April 26th, 2006 at 3:19 pm
Jesse, I also read something about how we got to standardised times (and the fights between London and Paris about GMT), and it was really interesting. The hours are arbitrary in a way that no larger time period is. (Weeks are, a little. And of course once you get into decades etc it’s only arbitrary in the way our counting system is.) But it was interesting. I also learned about why we decided to change the day at midnight instead of sunset, or any other more obvious time.
I will grant that for an argument for general scientific literacy, some specific subset of facts is unlikely to be useful (except, of course, the one about salt: people, just agree with me that understanding the salt/water issue is crucial, whether for melty or ice creamy purposes). But people like lists.

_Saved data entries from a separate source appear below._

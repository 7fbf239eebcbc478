import { WellFileError } from "../well-file-error.js";
import { GrowableColumn } from "../growable-column.js";
import { parseLasNumber } from "./las-number.js";

export interface LasDataReader {
  /** Reads one line of `~A` that is neither blank nor a comment. */
  line(text: string, lineNumber: number): void;
  /**
   * The columns read, one per curve, and whether the data were wrapped (declared or found);
   * throws when the last wrapped sample is incomplete.
   */
  finish(): { columns: Float64Array[]; wrapped: boolean };
  /** Removes and returns the complete samples read so far, one array per curve (a wrapped sample still being read stays). */
  take(): Float64Array[];
}

export interface LasDataReaderOptions {
  curveCount: number;
  /** `WRAP YES` in `~Version`. */
  wrapped: boolean;
  /** Called with the index (first) value of each complete sample and the line where the sample begins. */
  onSample: (index: number, line: number) => void;
  warn: (line: number, message: string) => void;
}

/**
 * Reads the `~A` section line by line into one growable column per curve (CWLS LAS 2.0, Appendix 1
 * Part 4, ~A): with WRAP NO each line is one sample; with WRAP YES a sample runs over as many lines
 * as it needs, each sample starting on a new line. A WRAP NO file whose first data line is short is
 * read as wrapped, with a warning, as long as its samples then end at line ends.
 */
export const createLasDataReader = (options: LasDataReaderOptions): LasDataReader => {
  const { curveCount, onSample, warn } = options;
  const columns = Array.from({ length: curveCount }, () => new GrowableColumn());
  let wrapped: boolean | undefined = options.wrapped ? true : undefined;
  let lineValues = new Float64Array(Math.max(curveCount, 16));
  let filled = 0;
  let sampleLine = 0;
  let sampleIndex = NaN;

  const readValues = (text: string, lineNumber: number): number => {
    let count = 0;
    let i = 0;
    while (i < text.length) {
      while (i < text.length && text.charCodeAt(i) <= 32) i++;
      if (i === text.length) break;
      const start = i;
      while (i < text.length && text.charCodeAt(i) > 32) i++;
      const token = text.slice(start, i);
      const value = parseLasNumber(token);
      if (value === undefined) {
        throw new WellFileError("las_invalid_number", `${JSON.stringify(token)} in ~A is not a number`, lineNumber);
      }
      if (count === lineValues.length) {
        const larger = new Float64Array(count * 2);
        larger.set(lineValues);
        lineValues = larger;
      }
      lineValues[count++] = value;
    }
    return count;
  };

  const readUnwrapped = (count: number, lineNumber: number): void => {
    if (count > curveCount) {
      throw new WellFileError(
        "las_too_many_values",
        `${count} values on a data line but ~Curve describes ${curveCount} curves`,
        lineNumber,
      );
    }
    if (count < curveCount) {
      throw new WellFileError(
        "las_too_few_values",
        `${count} values on a data line but ~Curve describes ${curveCount} curves (the file says WRAP NO)`,
        lineNumber,
      );
    }
    for (let c = 0; c < curveCount; c++) columns[c].push(lineValues[c]);
    onSample(lineValues[0], lineNumber);
  };

  const readWrapped = (count: number, lineNumber: number): void => {
    for (let v = 0; v < count; v++) {
      if (filled === 0) {
        if (v > 0) {
          throw new WellFileError(
            "las_too_many_values",
            `values continue past the end of the sample begun at line ${sampleLine} (${curveCount} curves); ` +
              "in wrapped data each sample starts on a new line",
            lineNumber,
          );
        }
        sampleLine = lineNumber;
        sampleIndex = lineValues[v];
      }
      columns[filled++].push(lineValues[v]);
      if (filled === curveCount) {
        filled = 0;
        onSample(sampleIndex, sampleLine);
      }
    }
  };

  const line = (text: string, lineNumber: number): void => {
    const count = readValues(text, lineNumber);
    if (count === 0) return;
    if (wrapped === undefined) {
      wrapped = count < curveCount;
      if (wrapped) {
        warn(
          lineNumber,
          `the file says WRAP NO but its first data line holds ${count} of ${curveCount} values; read as wrapped data`,
        );
      }
    }
    if (wrapped) readWrapped(count, lineNumber);
    else readUnwrapped(count, lineNumber);
  };

  const finish = (): { columns: Float64Array[]; wrapped: boolean } => {
    if (filled > 0) {
      throw new WellFileError(
        "las_incomplete_sample",
        `the last sample, begun at line ${sampleLine}, has ${filled} of ${curveCount} values`,
        sampleLine,
      );
    }
    return { columns: columns.map((column) => column.toFloat64Array()), wrapped: wrapped ?? false };
  };

  // The last curve's value is the last one of a sample, so its column counts the complete samples.
  const take = (): Float64Array[] => {
    const complete = columns[curveCount - 1].length;
    return columns.map((column) => column.take(complete));
  };

  return { line, finish, take };
};
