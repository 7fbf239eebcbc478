import { AsciiText, asciiString, SHORTEST, writeNumber, type NumberFormat } from "../ascii-numbers.js";

/** How the samples of one LAS curve are written (see `NumberFormat`). */
export type LasNumberFormat = NumberFormat;
export { SHORTEST };

const scratch = new AsciiText(64);

/** `value` as text in `format`; the caller writes the null value for non-finite samples. */
export const formatLasNumber = (value: number, format: LasNumberFormat): string => {
  writeNumber(scratch, value, format);
  return asciiString(scratch.take());
};
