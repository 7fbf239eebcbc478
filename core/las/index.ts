export * from "./las-document.js";
export * from "./las-reader.js";
export * from "./las-writer.js";
export type { LasItemToWrite } from "./las-header-writer.js";
export { formatLasNumber, type LasNumberFormat } from "./las-number-format.js";
export * from "./las-curve-names.js";
export { lasAscii } from "./las-ascii.js";
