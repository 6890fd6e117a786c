import { Readable } from 'node:stream';
import { requireApiUser } from '$lib/server/auth/guards';
import { apiRespond } from '$lib/server/http/api';
import { openUploadForDownload } from '$lib/server/services/sensor-tests';
import type { RequestHandler } from './$types';

/** Downloads a stored file: the uploading organisation, or anyone who can see its van. */
export const GET: RequestHandler = ({ params }) =>
	apiRespond(async () => {
		const user = await requireApiUser('fleet_manager', 'workshop');
		const file = await openUploadForDownload(user, Number(params.uploadId));
		const body = Readable.toWeb(file.stream()) as unknown as ReadableStream<Uint8Array>;
		return new Response(body, {
			headers: {
				'content-type': file.contentType,
				'content-length': String(file.sizeBytes),
				'content-disposition': `attachment; filename="${file.name.replace(/["\\\r\n]/g, '_')}"`,
				'x-content-sha256': file.sha256
			}
		});
	});
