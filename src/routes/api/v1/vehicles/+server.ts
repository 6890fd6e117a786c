import { json } from '@sveltejs/kit';
import { requireRole } from '$lib/server/auth/guards';
import { listVehicles } from '$lib/server/services/vehicles';
import { listQuerySchema } from '$lib/validation/vehicle';
import type { RequestHandler } from './$types';

export const GET: RequestHandler = async ({ url }) => {
	const user = requireRole('fleet_manager', 'workshop', 'driver');
	const query = listQuerySchema.parse(Object.fromEntries(url.searchParams));
	return json(await listVehicles(user, query));
};
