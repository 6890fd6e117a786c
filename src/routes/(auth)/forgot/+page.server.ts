import { redirect } from '@sveltejs/kit';
import { parseForm } from '$lib/server/http/forms';
import { requestPasswordReset } from '$lib/server/services/accounts';
import { resetRequestSchema } from '$lib/validation/account';
import type { Actions, PageServerLoad } from './$types';

export const load: PageServerLoad = ({ url }) => ({ sent: url.searchParams.has('sent') });

export const actions: Actions = {
	default: async ({ request }) => {
		const parsed = await parseForm(resetRequestSchema, request);
		if (!parsed.ok) return parsed.failure;
		await requestPasswordReset(parsed.data.email);
		redirect(303, '/forgot?sent');
	}
};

Sheepish, no, you don’t need to think evolution was correct to want to avoid teachign creationism in school. However, you do have to believe that your creation story is a myth, not a literal verifiable fact. (Well, not necessarily: you can also believe that it’s true AND that religion should only be taught at home or in a place of worship.) Though if you think evolution is wrong, you’re unlikely to support it being taught in school, and without some being taught evolution, you may or may not think it makes sense. I am simplifying but: evolution is important to be taught for a number of reasons, in part because it *is* a nice example of scientific process in action, at a level that people without advanced degrees can understand.